#### [WHAT IS REQUIRED]
For each line in the data that includes "cutAxial", make a copy.
[Start of Attachment]
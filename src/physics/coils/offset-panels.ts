import type { FoldedPiece, RadialPiece } from './offset-density.ts';

/**
 * A rectangle in the plane of the offsets (δ, z), both ≥ 0, with the densities at its edges.
 * `corner`: it touches the origin, where the kernel of two filaments is singular.
 */
export interface Panel {
  readonly radial: RadialPiece;
  readonly axial: FoldedPiece;
  readonly corner: boolean;
}

/** Largest ratio of a panel's far edge to its near edge, and of the two sides of a panel in the corner. */
const GRADING = 3;
/** A ratio that is exactly GRADING but for rounding is not cut once more. */
const ROUNDING_ALLOWANCE = 1 + 1e-9;
/** Relative to the radii, which are about 1: what lies inside a panel this near the origin is below 1e-15 of the whole. */
const SMALLEST = 1e-18;
/**
 * Longest panel in the corner, relative to the greatest of the smaller radii r on it: at z = ±2ir the filaments have another
 * singularity, which the rule of the corner does not know. Along a line through the origin that rule takes less.
 */
const LONGEST_CORNER = 2;
const LONGEST_LINE_CORNER = 1e-2;

/** Appends the panels of one pair of pieces: a geometric series of rectangles around the origin, so few however thin or near. */
export function cutIntoPanels(radial: RadialPiece, axial: FoldedPiece, panels: Panel[]): void {
  const radialEnd = radial.start + radial.width;
  const axialEnd = axial.start + axial.width;
  const near = Math.max(radial.start, axial.start);
  const far = Math.max(radialEnd, axialEnd);
  if (near * GRADING * ROUNDING_ALLOWANCE >= far) {
    panels.push({ radial, axial, corner: false });
    return;
  }
  if (near === 0) {
    const onLine = radial.width === 0 || axial.width === 0;
    const square = Math.min(radialEnd, axialEnd) * GRADING * ROUNDING_ALLOWANCE >= far;
    const longest = (onLine ? LONGEST_LINE_CORNER : LONGEST_CORNER) * Math.max(...radial.upper);
    if (far <= longest && (onLine || square)) {
      panels.push({ radial, axial, corner: true });
      return;
    }
  }
  if (far <= SMALLEST) {
    panels.push({ radial, axial, corner: near === 0 });
    return;
  }
  const at = far / GRADING;
  for (const r of cutRadial(radial, at)) for (const z of cutAxial(axial, at)) cutIntoPanels(r, z, panels);
}

function cutRadial(piece: RadialPiece, at: number): RadialPiece[] {
  const { start, width, density, lower, upper } = piece;
  if (at <= start || at >= start + width) return [piece];
  const [near, far] = [at - start, start + width - at];
  const cut = near / width;
  const [densityAt, lowerAt, upperAt] = [between(density, cut), between(lower, cut), between(upper, cut)];
  return [
    { start, width: near, density: [density[0], densityAt], lower: [lower[0], lowerAt], upper: [upper[0], upperAt] },
    { start: at, width: far, density: [densityAt, density[1]], lower: [lowerAt, lower[1]], upper: [upperAt, upper[1]] },
  ];
}

function cutAxial(piece: FoldedPiece, at: number): FoldedPiece[] {
  const { start, width, density, oddDensity } = piece;
  if (at <= start || at >= start + width) return [piece];
  const [near, far] = [at - start, start + width - at];
  const middle = between(density, near / width);
  const oddMiddle = between(oddDensity, near / width);
  return [
    { start, width: near, density: [density[0], middle], oddDensity: [oddDensity[0], oddMiddle] },
    { start: at, width: far, density: [middle, density[1]], oddDensity: [oddMiddle, oddDensity[1]] },
  ];
}

/** Value at a fraction of the way between two ends. */
export function between([from, to]: readonly [number, number], fraction: number): number {
  return from * (1 - fraction) + to * fraction;
}

/** Mass of a side: the integral of its density; a side without width is a unit mass. */
export function massOf(width: number, density: readonly [number, number]): number {
  return width === 0 ? 1 : (width * (density[0] + density[1])) / 2;
}
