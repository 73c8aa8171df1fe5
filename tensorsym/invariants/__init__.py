"""The exact solver: a group and a kind of tensor in, the allowed components and a certificate out."""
[End of Attachment]
#### [WRITTEN ANSWER]
  for (const r of cutRadial(radial, at)) for (const z of cutAxial(axial, at)) cutIntoPanels(r, z, panels);
function cutAxial(piece: FoldedPiece, at: number): FoldedPiece[] {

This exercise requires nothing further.